**PROVIDED RECORDS:**
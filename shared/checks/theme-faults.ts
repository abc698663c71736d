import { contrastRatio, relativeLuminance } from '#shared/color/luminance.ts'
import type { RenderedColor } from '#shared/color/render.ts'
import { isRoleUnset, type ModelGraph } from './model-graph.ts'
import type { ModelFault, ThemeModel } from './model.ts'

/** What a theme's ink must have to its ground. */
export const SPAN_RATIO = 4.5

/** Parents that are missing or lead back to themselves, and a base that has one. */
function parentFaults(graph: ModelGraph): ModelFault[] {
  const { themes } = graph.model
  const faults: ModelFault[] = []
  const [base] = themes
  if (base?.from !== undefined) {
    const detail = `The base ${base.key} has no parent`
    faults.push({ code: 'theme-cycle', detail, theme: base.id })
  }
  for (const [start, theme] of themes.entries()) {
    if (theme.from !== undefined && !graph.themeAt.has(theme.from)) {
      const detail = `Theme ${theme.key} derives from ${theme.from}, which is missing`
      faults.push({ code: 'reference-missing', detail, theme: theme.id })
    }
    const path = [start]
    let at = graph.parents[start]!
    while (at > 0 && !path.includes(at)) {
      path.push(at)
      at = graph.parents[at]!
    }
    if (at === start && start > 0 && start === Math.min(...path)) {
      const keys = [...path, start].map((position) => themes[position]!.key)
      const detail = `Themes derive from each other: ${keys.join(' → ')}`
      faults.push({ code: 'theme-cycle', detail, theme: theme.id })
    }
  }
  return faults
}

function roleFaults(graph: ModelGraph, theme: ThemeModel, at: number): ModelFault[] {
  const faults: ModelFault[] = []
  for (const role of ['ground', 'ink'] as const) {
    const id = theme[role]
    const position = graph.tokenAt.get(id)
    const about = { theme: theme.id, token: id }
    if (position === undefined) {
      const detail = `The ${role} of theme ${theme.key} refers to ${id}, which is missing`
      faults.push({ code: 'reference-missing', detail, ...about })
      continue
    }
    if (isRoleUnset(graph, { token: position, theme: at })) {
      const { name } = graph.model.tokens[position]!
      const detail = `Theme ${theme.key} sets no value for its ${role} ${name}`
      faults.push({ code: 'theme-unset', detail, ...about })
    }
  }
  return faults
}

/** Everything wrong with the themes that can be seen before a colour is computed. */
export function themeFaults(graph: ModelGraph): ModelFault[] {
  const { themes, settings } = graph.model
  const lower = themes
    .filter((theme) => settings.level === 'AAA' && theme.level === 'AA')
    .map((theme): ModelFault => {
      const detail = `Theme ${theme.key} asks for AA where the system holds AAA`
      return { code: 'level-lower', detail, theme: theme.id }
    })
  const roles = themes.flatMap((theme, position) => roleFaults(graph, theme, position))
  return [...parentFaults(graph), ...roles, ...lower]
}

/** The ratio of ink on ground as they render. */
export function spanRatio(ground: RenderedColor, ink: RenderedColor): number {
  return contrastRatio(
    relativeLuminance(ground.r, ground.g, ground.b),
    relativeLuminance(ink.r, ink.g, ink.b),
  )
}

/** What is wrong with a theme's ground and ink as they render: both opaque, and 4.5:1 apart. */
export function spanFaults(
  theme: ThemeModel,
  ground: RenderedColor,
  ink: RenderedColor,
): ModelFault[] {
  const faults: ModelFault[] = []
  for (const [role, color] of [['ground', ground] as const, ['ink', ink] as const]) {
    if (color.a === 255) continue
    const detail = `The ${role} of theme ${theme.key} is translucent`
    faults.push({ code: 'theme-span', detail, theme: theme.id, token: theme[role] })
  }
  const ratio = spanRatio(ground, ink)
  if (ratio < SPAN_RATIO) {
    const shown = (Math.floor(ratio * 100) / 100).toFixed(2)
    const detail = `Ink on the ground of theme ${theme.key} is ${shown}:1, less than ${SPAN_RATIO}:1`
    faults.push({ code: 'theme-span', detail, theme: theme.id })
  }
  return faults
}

**WHAT TO WORK ON:** Every line of the listing above that includes "from" should be copied out.

**SOLUTION TO THE EXERCISE:**
import { contrastRatio, relativeLuminance } from '#shared/color/luminance.ts'
import type { RenderedColor } from '#shared/color/render.ts'
import { isRoleUnset, type ModelGraph } from './model-graph.ts'
import type { ModelFault, ThemeModel } from './model.ts'
  if (base?.from !== undefined) {
    if (theme.from !== undefined && !graph.themeAt.has(theme.from)) {
      const detail = `Theme ${theme.key} derives from ${theme.from}, which is missing`
      const detail = `Themes derive from each other: ${keys.join(' → ')}`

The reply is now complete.